WORK TO COMPLETE:
Repeat exactly, please, the opening lines of the data below, through and including the line where "const count = failureCount(input.count, invalidParameter);" sits.

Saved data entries
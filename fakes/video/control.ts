// /_fake/* routes: the shared switches (fail, drop webhooks, delivery log, reset) plus failing upload
// chunks and delaying processing. No auth, because the server only answers loopback clients.
import { errorStatus, failureCount, handleSwitchboard, parseJsonObject, type Switchboard } from "../shared/control";
import type { JsonResponse } from "../shared/http";
import type { FakeContext } from "./context";
import { invalidParameter, MuxApiError } from "./errors";

const MAX_DELAY_MS = 10 * 60 * 1000;

const BOARD: Switchboard<FakeContext> = {
  invalid: invalidParameter,
  notFound: (message) => new MuxApiError(404, "not_found", message),
  counts: ({ store }) => ({ uploads: store.uploads.size, assets: store.assets.size }),
  switches: ({ chunkFailures, processor }) => ({ pending_chunk_failures: chunkFailures.pending, processing_delay_ms: processor.delayMs }),
  routes: (ctx, status) => ({
    "POST /_fake/fail-chunks": ({ body }) => {
      const input = parseJsonObject(body, '{"count": 1, "status": 503} or {"count": 1, "drop": true}', invalidParameter);
      const count = failureCount(input.count, invalidParameter);
      ctx.chunkFailures.arm(count, input.drop === true ? { drop: true } : { status: errorStatus(input.status, 503, invalidParameter) });
      return status();
    },
    "DELETE /_fake/fail-chunks": () => {
      ctx.chunkFailures.clear();
      return status();
    },
    "POST /_fake/delay": ({ body }) => {
      const ms = parseJsonObject(body, '{"ms": 2000}', invalidParameter).ms;
      if (typeof ms !== "number" || !Number.isInteger(ms) || ms < 0 || ms > MAX_DELAY_MS) throw invalidParameter(`ms must be a whole number from 0 to ${MAX_DELAY_MS}.`);
      ctx.processor.delayMs = ms;
      return status();
    },
  }),
  reset: ({ chunkFailures, processor }, everything) => {
    chunkFailures.clear();
    processor.delayMs = 0;
    if (everything) processor.abortAll();
  },
};

export function handleControl(method: string, pathname: string, query: URLSearchParams, body: Buffer, ctx: FakeContext): Promise<JsonResponse> {
  return handleSwitchboard(ctx, BOARD, { method, pathname, query, body });
}
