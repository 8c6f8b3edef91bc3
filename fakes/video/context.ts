// What every part of the fake shares, and the state changes more than one route makes
// (an upload finishing, an asset going away).
import { rm } from "node:fs/promises";
import type { ApiFailure, FailureSwitch } from "../shared/control";
import type { Processor } from "./processor";
import { newId, type VideoStore } from "./store";
import type { MuxAsset, MuxUpload, StoredUpload } from "./types";
import type { VideoWebhooks } from "./webhooks";

/** A chunk either gets an error status, or its connection is cut half-way through the body. */
export type ChunkFailure = { status: number } | { drop: true };

export type FakeContext = {
  store: VideoStore;
  webhooks: VideoWebhooks;
  processor: Processor;
  /** Base of the upload and media URLs handed to clients. */
  publicUrl: string;
  credentials: { tokenId: string; tokenSecret: string } | null;
  maxUploadBytes: number;
  apiFailures: FailureSwitch<ApiFailure>;
  chunkFailures: FailureSwitch<ChunkFailure>;
};

export function persist(ctx: FakeContext): Promise<void> {
  return ctx.store.save().catch((error: unknown) => console.error("video fake: could not save state", error));
}

export function uploadUrl(ctx: FakeContext, upload: StoredUpload): string {
  return `${ctx.publicUrl}/upload/${upload.id}?token=${upload.token}`;
}

export function toMuxUpload(ctx: FakeContext, upload: StoredUpload): MuxUpload {
  const { token: _token, created_ms: _created, total: _total, received: _received, ...rest } = upload;
  return { ...rest, url: uploadUrl(ctx, upload) };
}

/** Uploads time out lazily, when next looked at: the same outcome as a sweeper for a single-user fake. */
export function expireIfStale(ctx: FakeContext, upload: StoredUpload): void {
  if (upload.status !== "waiting" || Date.now() - upload.created_ms < upload.timeout * 1000) return;
  upload.status = "timed_out";
  void rm(ctx.store.sourcePath(upload.id), { force: true });
  void persist(ctx);
}

/** The last byte arrived: an asset in `preparing`, the webhooks the hosted service sends, then processing. */
export function completeUpload(ctx: FakeContext, upload: StoredUpload): MuxAsset {
  const settings = upload.new_asset_settings;
  const asset: MuxAsset = {
    id: newId(),
    status: "preparing",
    created_at: String(Math.floor(Date.now() / 1000)),
    playback_ids: (settings.playback_policies ?? []).map((policy) => ({ id: newId(), policy })),
    upload_id: upload.id,
    ingest_type: "on_demand_direct_upload",
    encoding_tier: "baseline",
    video_quality: "basic",
    master_access: "none",
    max_resolution_tier: "1080p",
    mp4_support: "none",
    progress: { state: "ingesting", progress: 0 },
    ...(settings.passthrough !== undefined ? { passthrough: settings.passthrough } : {}),
    ...(settings.meta !== undefined ? { meta: settings.meta } : {}),
    ...(upload.test ? { test: true } : {}),
  };
  ctx.store.assets.set(asset.id, asset);
  upload.status = "asset_created";
  upload.asset_id = asset.id;
  void persist(ctx);
  ctx.webhooks.emit("video.upload.asset_created", { type: "upload", id: upload.id }, toMuxUpload(ctx, upload));
  ctx.webhooks.emit("video.asset.created", { type: "asset", id: asset.id }, asset);
  ctx.processor.enqueue(asset.id);
  return asset;
}

export async function deleteAsset(ctx: FakeContext, asset: MuxAsset): Promise<void> {
  ctx.store.assets.delete(asset.id);
  ctx.processor.abort(asset.id);
  await rm(ctx.store.mediaDir(asset.id), { recursive: true, force: true });
  await rm(ctx.store.sourcePath(asset.upload_id), { force: true });
  await persist(ctx);
  ctx.webhooks.emit("video.asset.deleted", { type: "asset", id: asset.id }, asset);
}
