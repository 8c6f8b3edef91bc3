// Sending the fuzz test's requests and judging what came back. Most go through Playwright's
// request API with the persona's signed-in state; those whose framing it can't express (no
// Content-Length, a length that lies, no Content-Type at all) go byte for byte through node:http
// with the same cookies.
import fs from "node:fs";
import http from "node:http";
import type { APIRequestContext } from "@playwright/test";
import { APP_URL, actionState } from "../access/client";
import { storageStatePath } from "../personas";
import type { Case, Persona } from "./cases";

export type Outcome = { status: number; contentType: string; location: string; actionRedirect: string; text: string; error?: string };

const TIMEOUT_MS = 30_000;
/**
 * A body shorter than its Content-Length: the server may rightly wait for the rest (the proxy
 * reads a body whole before it runs), so not answering within this is no fault; answering
 * wrongly is.
 */
export const PROMISED_BODY_WAIT_MS = 1_500;

/** The persona's cookies as a Cookie header, from the state auth.setup.ts saved; none when anonymous. */
export function cookieHeader(persona: Persona): string {
  if (persona === "anonymous") return "";
  const state = JSON.parse(fs.readFileSync(storageStatePath(persona), "utf8")) as { cookies: { name: string; value: string }[] };
  return state.cookies.map((c) => `${c.name}=${c.value}`).join("; ");
}

const needsRaw = (c: Case) => c.framing !== undefined || c.headers["content-type"] === "" || c.path.length > 6000;

/**
 * A connection the server closed as idle just as the client reused it ("socket hang up") is the
 * client's race, not an answer: such a request is sent once more. A server that resets the
 * connection on purpose does so again, and that counts.
 */
export async function send(c: Case, ctx: APIRequestContext, cookie: string): Promise<Outcome & { retried?: true }> {
  const first = await sendOnce(c, ctx, cookie);
  if (!first.error || !/ECONNRESET|socket hang up/.test(first.error)) return first;
  return { ...(await sendOnce(c, ctx, cookie)), retried: true };
}

async function sendOnce(c: Case, ctx: APIRequestContext, cookie: string): Promise<Outcome> {
  if (needsRaw(c)) return sendRaw(c, cookie);
  try {
    const res = await ctx.fetch(c.path, { method: c.method, headers: c.headers, data: c.body, maxRedirects: 0, failOnStatusCode: false, timeout: TIMEOUT_MS });
    const h = res.headers();
    const text = (await res.body()).toString("utf8");
    // Playwright keeps every response's body until it is disposed: 200,000 of them would fill the test's memory.
    await res.dispose();
    return { status: res.status(), contentType: h["content-type"] ?? "", location: h["location"] ?? "", actionRedirect: h["x-action-redirect"] ?? "", text };
  } catch (error) {
    return { status: 0, contentType: "", location: "", actionRedirect: "", text: "", error: String(error).split("\n")[0]!.replace(/^Error: apiRequestContext\.fetch: /, "").slice(0, 200) };
  }
}

function sendRaw(c: Case, cookie: string): Promise<Outcome> {
  const url = new URL(APP_URL);
  const headers: Record<string, string | number> = Object.fromEntries(Object.entries(c.headers).filter(([, v]) => v !== ""));
  if (cookie) headers.cookie = cookie;
  if (c.body && typeof c.framing === "object") headers["content-length"] = c.framing.declaredLength;
  else if (c.body && c.framing !== "chunked") headers["content-length"] = c.body.length;
  return new Promise((resolve) => {
    const done = (o: Outcome) => {
      clearTimeout(timer);
      req.destroy();
      resolve(o);
    };
    // Long odd paths come back in a Location header: more header than node's 16 KiB default.
    const req = http.request({ host: url.hostname, port: url.port, method: c.method, path: c.path, headers, agent: false, maxHeaderSize: 1024 * 1024 }, (res) => {
      const chunks: Buffer[] = [];
      res.on("data", (chunk: Buffer) => chunks.push(chunk));
      res.on("end", () =>
        done({
          status: res.statusCode ?? 0,
          contentType: String(res.headers["content-type"] ?? ""),
          location: String(res.headers.location ?? ""),
          actionRedirect: String(res.headers["x-action-redirect"] ?? ""),
          text: Buffer.concat(chunks).toString("utf8"),
        }),
      );
      res.on("error", (e) => done({ status: res.statusCode ?? 0, contentType: "", location: "", actionRedirect: "", text: "", error: `response: ${e.message}` }));
    });
    const waiting = typeof c.framing === "object";
    const timer = setTimeout(
      () => done({ status: 0, contentType: "", location: "", actionRedirect: "", text: "", error: waiting ? "waiting for the promised body" : `no answer in ${TIMEOUT_MS / 1000} s` }),
      waiting ? PROMISED_BODY_WAIT_MS : TIMEOUT_MS,
    );
    // A refusal may come, and the socket close, before the whole body is written.
    req.on("error", (e) => done({ status: 0, contentType: "", location: "", actionRedirect: "", text: "", error: e.message }));
    if (c.body) req.write(c.body);
    // A declared length longer than the body: leave the request open; the answer must come anyway.
    if (typeof c.framing !== "object") req.end();
  });
}

/** What is wrong with the answer, or null. */
export function judge(c: Case, o: Outcome): string | null {
  if (o.error === "waiting for the promised body") return null;
  if (o.error) return `no answer (${o.error})`;
  if (o.status >= 500) return `${o.status}`;
  if (o.status >= 400 && o.contentType.includes("application/json")) {
    try {
      const error = (JSON.parse(o.text) as { error?: { code?: unknown; message?: unknown } }).error;
      if (typeof error?.code !== "string" || typeof error.message !== "string") return `${o.status} JSON without {error:{code,message}}`;
    } catch {
      return `${o.status} "JSON" that doesn't parse`;
    }
  }
  const toSignIn = (where: string) => /\/sign-in(\?|$)/.test(where);
  // Next sends a path with a trailing slash, an empty or a dot segment to its normal form.
  const normalised = o.status === 308 && /\/\/|\/(\.|%2e)|\/(\?|$)/i.test(c.path.split("?")[0]!);
  if (o.status >= 300 && o.status < 400 && c.expect !== "read" && !toSignIn(o.location) && !normalised) return `${o.status} redirect to ${o.location || "?"}`;
  if (o.status >= 400 || o.status >= 300) return null;
  switch (c.expect) {
    case "read":
    case "page":
      return null;
    case "refusal":
      return `${o.status}: accepted`;
    case "webhook": {
      const answer = JSON.parse(o.text || "{}") as { applied?: unknown };
      return answer.applied === false ? null : `webhook acknowledged with ${o.text.slice(0, 100)}`;
    }
    case "action": {
      if (o.actionRedirect) return `action redirected to ${o.actionRedirect} (accepted)`;
      const state = actionState(o.text);
      if (!state) return `${o.status} ${o.contentType}: no action state in the answer`;
      return state.ok === false ? null : "action answered ok (accepted)";
    }
  }
}

/** The request, short enough for a report line. */
export function describeCase(c: Case, index: number): string {
  const body = c.body ? ` body(${c.body.length} B)=${JSON.stringify(c.body.subarray(0, 160).toString("latin1"))}` : "";
  const framing = c.framing ? ` framing=${JSON.stringify(c.framing)}` : "";
  return `#${index} ${c.persona} ${c.method} ${c.path.slice(0, 200)}${c.path.length > 200 ? "…" : ""} [${c.mutation}; safe: ${c.safe}] headers=${JSON.stringify(c.headers)}${framing}${body}`;
}
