// Local stand-in for Mux Video: the real @mux/mux-node SDK talks to it via `baseURL` / MUX_BASE_URL, and
// @mux/upchunk uploads to the URL it hands out. Run: npx tsx fakes/video/server.ts
// (env VIDEO_FAKE_PORT, VIDEO_FAKE_DIR, MUX_TOKEN_ID, MUX_TOKEN_SECRET, MUX_WEBHOOK_SECRET, VIDEO_WEBHOOK_URL)
import type http from "node:http";
import path from "node:path";
import { type ApiFailure, FailureSwitch } from "../shared/control";
import { checkBindHost, type FakeServer, type FakeServerOptions, type JsonResponse, loopbackRefusal, readSmallBody, sendJson, startServer } from "../shared/http";
import { runIfMain, serverEnv } from "../shared/run";
import { checkWebhookOptions, type WebhookFakeOptions, webhookEnv, webhookOptions, webhookTarget } from "../shared/webhooks";
import { handleApi } from "./api";
import type { ChunkFailure, FakeContext } from "./context";
import { handleControl } from "./control";
import { MuxApiError } from "./errors";
import { serveMedia } from "./media";
import { Processor } from "./processor";
import { VideoStore } from "./store";
import { handleUpload } from "./upload";
import { VideoWebhooks } from "./webhooks";

export type VideoFakeOptions = FakeServerOptions &
  WebhookFakeOptions & {
    /** Both or neither; without them any non-empty Basic credentials are accepted. */
    tokenId?: string;
    tokenSecret?: string;
    /** Largest file an upload may declare; default 8 GiB. */
    maxUploadBytes?: number;
    ffmpegPath?: string;
    ffprobePath?: string;
    /** Per ffmpeg/ffprobe run; default 60 minutes. */
    processTimeoutMs?: number;
  };

export type VideoFake = FakeServer;

const LABEL = "video fake";
const API_BODY_LIMIT = 1024 * 1024;

const problem = (status: number, type: MuxApiError["type"], message: string): JsonResponse => ({ status, body: new MuxApiError(status, type, message).toBody() });

async function handle(req: http.IncomingMessage, res: http.ServerResponse, ctx: FakeContext): Promise<void> {
  const refusal = loopbackRefusal(req, LABEL);
  if (refusal) return sendJson(res, problem(403, "forbidden", refusal));
  const method = req.method ?? "GET";
  const url = new URL(req.url ?? "/", "http://127.0.0.1");
  const { pathname } = url;

  const upload = /^\/upload\/([A-Za-z0-9]+)$/.exec(pathname);
  if (upload?.[1] !== undefined) return handleUpload(req, res, ctx, upload[1], url.searchParams.get("token"));
  const media = /^\/media\/([A-Za-z0-9]+)\/([a-z0-9.]+)$/.exec(pathname);
  if (media?.[1] !== undefined && media[2] !== undefined) return serveMedia(req, res, ctx, media[1], media[2]);

  const isControl = pathname === "/_fake" || pathname.startsWith("/_fake/");
  if (!isControl && !pathname.startsWith("/video/")) {
    return sendJson(res, problem(404, "not_found", `The video fake serves /video/v1/…, /upload/…, /media/… and /_fake/…, not ${pathname}.`));
  }
  const body = await readSmallBody(req, API_BODY_LIMIT);
  if (body === null) {
    res.setHeader("connection", "close");
    return sendJson(res, problem(413, "invalid_parameters", "The request body is larger than 1 MB."));
  }
  if (isControl) return sendJson(res, await handleControl(method, pathname, url.searchParams, body, ctx));
  sendJson(res, await handleApi({ method, pathname, query: url.searchParams, headers: req.headers, body }, ctx));
}

function checkOptions(opts: VideoFakeOptions): void {
  checkBindHost(LABEL, opts.host ?? "127.0.0.1");
  if (Boolean(opts.tokenId) !== Boolean(opts.tokenSecret)) throw new Error("video fake: set both MUX_TOKEN_ID and MUX_TOKEN_SECRET, or neither");
  checkWebhookOptions(LABEL, opts, "MUX_WEBHOOK_SECRET");
}

export async function createVideoFake(opts: VideoFakeOptions): Promise<VideoFake> {
  checkOptions(opts);
  const store = await VideoStore.open(path.resolve(opts.dir));
  const webhooks = new VideoWebhooks(store, webhookOptions(opts));
  const tools = { ffmpeg: opts.ffmpegPath ?? "ffmpeg", ffprobe: opts.ffprobePath ?? "ffprobe", timeoutMs: opts.processTimeoutMs ?? 60 * 60 * 1000 };
  const processor = new Processor({ store, webhooks, tools });
  const ctx: FakeContext = {
    store,
    webhooks,
    processor,
    publicUrl: "",
    credentials: opts.tokenId && opts.tokenSecret ? { tokenId: opts.tokenId, tokenSecret: opts.tokenSecret } : null,
    maxUploadBytes: opts.maxUploadBytes ?? 8 * 1024 ** 3,
    apiFailures: new FailureSwitch<ApiFailure>({ status: 500, message: null }),
    chunkFailures: new FailureSwitch<ChunkFailure>({ status: 503 }),
  };
  return startServer({
    label: LABEL,
    host: opts.host ?? "127.0.0.1",
    port: opts.port ?? 4020,
    handle: (req, res) => handle(req, res, ctx),
    internalError: problem(500, "internal_error", "The video fake hit an unexpected error."),
    // A large chunk on a slow link can take longer than Node's 5-minute default.
    requestTimeoutMs: 30 * 60 * 1000,
    onListening: (url) => {
      ctx.publicUrl = url;
      // Work left over from the last run: assets still preparing, webhooks still owed.
      for (const asset of store.assets.values()) if (asset.status === "preparing") processor.enqueue(asset.id);
      webhooks.resumePending();
    },
    beforeClose: () => {
      processor.close();
      webhooks.close();
    },
    afterClose: () => store.save(),
  });
}

runIfMain(import.meta.url, LABEL, async () => {
  const fake = await createVideoFake({
    ...serverEnv("VIDEO_FAKE", 4020, "video"),
    tokenId: process.env.MUX_TOKEN_ID || undefined,
    tokenSecret: process.env.MUX_TOKEN_SECRET || undefined,
    ...webhookEnv("VIDEO_WEBHOOK_URL", "MUX_WEBHOOK_SECRET"),
  });
  console.log(`video fake listening on ${fake.url}${webhookTarget("VIDEO_WEBHOOK_URL", "webhooks")}`);
  return fake;
});
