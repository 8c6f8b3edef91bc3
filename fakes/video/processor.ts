// Turns finished uploads into playable assets, one at a time (ffmpeg already uses every core).
import { mkdir, rename, rm } from "node:fs/promises";
import path from "node:path";
import { setTimeout as sleep } from "node:timers/promises";
import { makePoster, makeRendition, NotAVideoError, probeVideo, ToolMissingError, type ProbeResult, type Tools } from "./media-tools";
import { newId, type VideoStore } from "./store";
import type { MuxAsset } from "./types";
import type { VideoWebhooks } from "./webhooks";

export const RENDITION_FILE = "video.mp4";
export const POSTER_FILE = "poster.jpg";

type Deps = { store: VideoStore; webhooks: VideoWebhooks; tools: Tools };

function shortSideClass(width: number, height: number): NonNullable<MuxAsset["max_stored_resolution"]> {
  const short = Math.min(width, height);
  if (short < 720) return "SD";
  if (short < 1080) return "HD";
  if (short < 2160) return "FHD";
  return "UHD";
}

function readyFields(source: ProbeResult, stored: ProbeResult): Partial<MuxAsset> {
  return {
    status: "ready",
    progress: { state: "completed", progress: 100 },
    duration: source.duration,
    aspect_ratio: source.aspectRatio,
    resolution_tier: "720p",
    max_stored_resolution: shortSideClass(stored.width, stored.height),
    max_stored_frame_rate: source.frameRate,
    tracks: [
      { id: newId(), type: "video", duration: stored.videoDuration, max_width: stored.width, max_height: stored.height, max_frame_rate: stored.frameRate },
      ...(stored.audio ? [{ id: newId(), type: "audio" as const, duration: stored.audio.duration, max_channels: stored.audio.channels }] : []),
    ],
  };
}

export class Processor {
  /** The delay switch: how long an asset waits in `preparing` before work starts. */
  delayMs = 0;
  private readonly queue: string[] = [];
  private current: { assetId: string; controller: AbortController } | null = null;
  private running = false;
  private closed = false;
  private readonly deps: Deps;

  constructor(deps: Deps) {
    this.deps = deps;
  }

  enqueue(assetId: string): void {
    if (this.closed || this.queue.includes(assetId)) return;
    this.queue.push(assetId);
    if (!this.running) void this.drain();
  }

  /** Stops work on an asset that is being deleted. */
  abort(assetId: string): void {
    const at = this.queue.indexOf(assetId);
    if (at >= 0) this.queue.splice(at, 1);
    if (this.current?.assetId === assetId) this.current.controller.abort();
  }

  abortAll(): void {
    this.queue.length = 0;
    this.current?.controller.abort();
  }

  /** Unfinished work stays `preparing` on disk and is picked up at the next start. */
  close(): void {
    this.closed = true;
    this.abortAll();
  }

  private async drain(): Promise<void> {
    this.running = true;
    try {
      for (let next = this.queue.shift(); next !== undefined && !this.closed; next = this.queue.shift()) {
        await this.process(next);
      }
    } finally {
      this.running = false;
    }
  }

  private async process(assetId: string): Promise<void> {
    const { store, webhooks, tools } = this.deps;
    const asset = store.assets.get(assetId);
    if (!asset || asset.status !== "preparing") return;
    const controller = new AbortController();
    this.current = { assetId, controller };
    const { signal } = controller;
    const source = store.sourcePath(asset.upload_id);
    const dir = store.mediaDir(assetId);
    try {
      if (this.delayMs > 0) await sleep(this.delayMs, undefined, { signal });
      const probe = await probeVideo(source, tools, signal);
      await mkdir(dir, { recursive: true });
      // Write under temporary names so a half-made file is never served.
      const poster = path.join(dir, `part-${POSTER_FILE}`);
      const rendition = path.join(dir, `part-${RENDITION_FILE}`);
      await makePoster(source, poster, probe, tools, signal);
      await makeRendition(source, rendition, probe, tools, signal);
      const stored = await probeVideo(rendition, tools, signal);
      await rename(poster, path.join(dir, POSTER_FILE));
      await rename(rendition, path.join(dir, RENDITION_FILE));
      if (signal.aborted || !store.assets.has(assetId)) throw new Error("deleted while processing");
      Object.assign(asset, readyFields(probe, stored));
      await rm(source, { force: true });
      await store.save();
      webhooks.emit("video.asset.ready", { type: "asset", id: assetId }, asset);
    } catch (error) {
      if (signal.aborted || !store.assets.has(assetId)) {
        // Deleted meanwhile (its files go with it), or the fake is closing (keep them to resume).
        if (!store.assets.has(assetId)) await rm(dir, { recursive: true, force: true });
        return;
      }
      const message =
        error instanceof NotAVideoError || error instanceof ToolMissingError
          ? error.message
          : `The uploaded file could not be converted to a playable video (${error instanceof Error ? error.message : String(error)}).`;
      asset.status = "errored";
      asset.progress = { state: "errored", progress: -1 };
      asset.errors = { type: error instanceof ToolMissingError ? "internal_error" : "invalid_input", messages: [message] };
      await rm(dir, { recursive: true, force: true });
      await rm(source, { force: true });
      await store.save().catch((saveError: unknown) => console.error("video fake: could not save state", saveError));
      webhooks.emit("video.asset.errored", { type: "asset", id: assetId }, asset);
    } finally {
      this.current = null;
    }
  }
}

YOUR SOLUTION:
filename fakes/video/control.ts
// /_fake/* routes: the shared switches (fail, drop webhooks, delivery log, reset) plus failing upload
// chunks and delaying processing. No auth, because the server only answers loopback clients.
import { errorStatus, failureCount, handleSwitchboard, parseJsonObject, type Switchboard } from "../shared/control";
import type { JsonResponse } from "../shared/http";
import type { FakeContext } from "./context";
import { invalidParameter, MuxApiError } from "./errors";

const MAX_DELAY_MS = 10 * 60 * 1000;

const BOARD: Switchboard<FakeContext> = {
  invalid: invalidParameter,
  notFound: (message) => new MuxApiError(404, "not_found", message),
  counts: ({ store }) => ({ uploads: store.uploads.size, assets: store.assets.size }),
  switches: ({ chunkFailures, processor }) => ({ pending_chunk_failures: chunkFailures.pending, processing_delay_ms: processor.delayMs }),
  routes: (ctx, status) => ({
    "POST /_fake/fail-chunks": ({ body }) => {
      const input = parseJsonObject(body, '{"count": 1, "status": 503} or {"count": 1, "drop": true}', invalidParameter);
      const count = failureCount(input.count, invalidParameter);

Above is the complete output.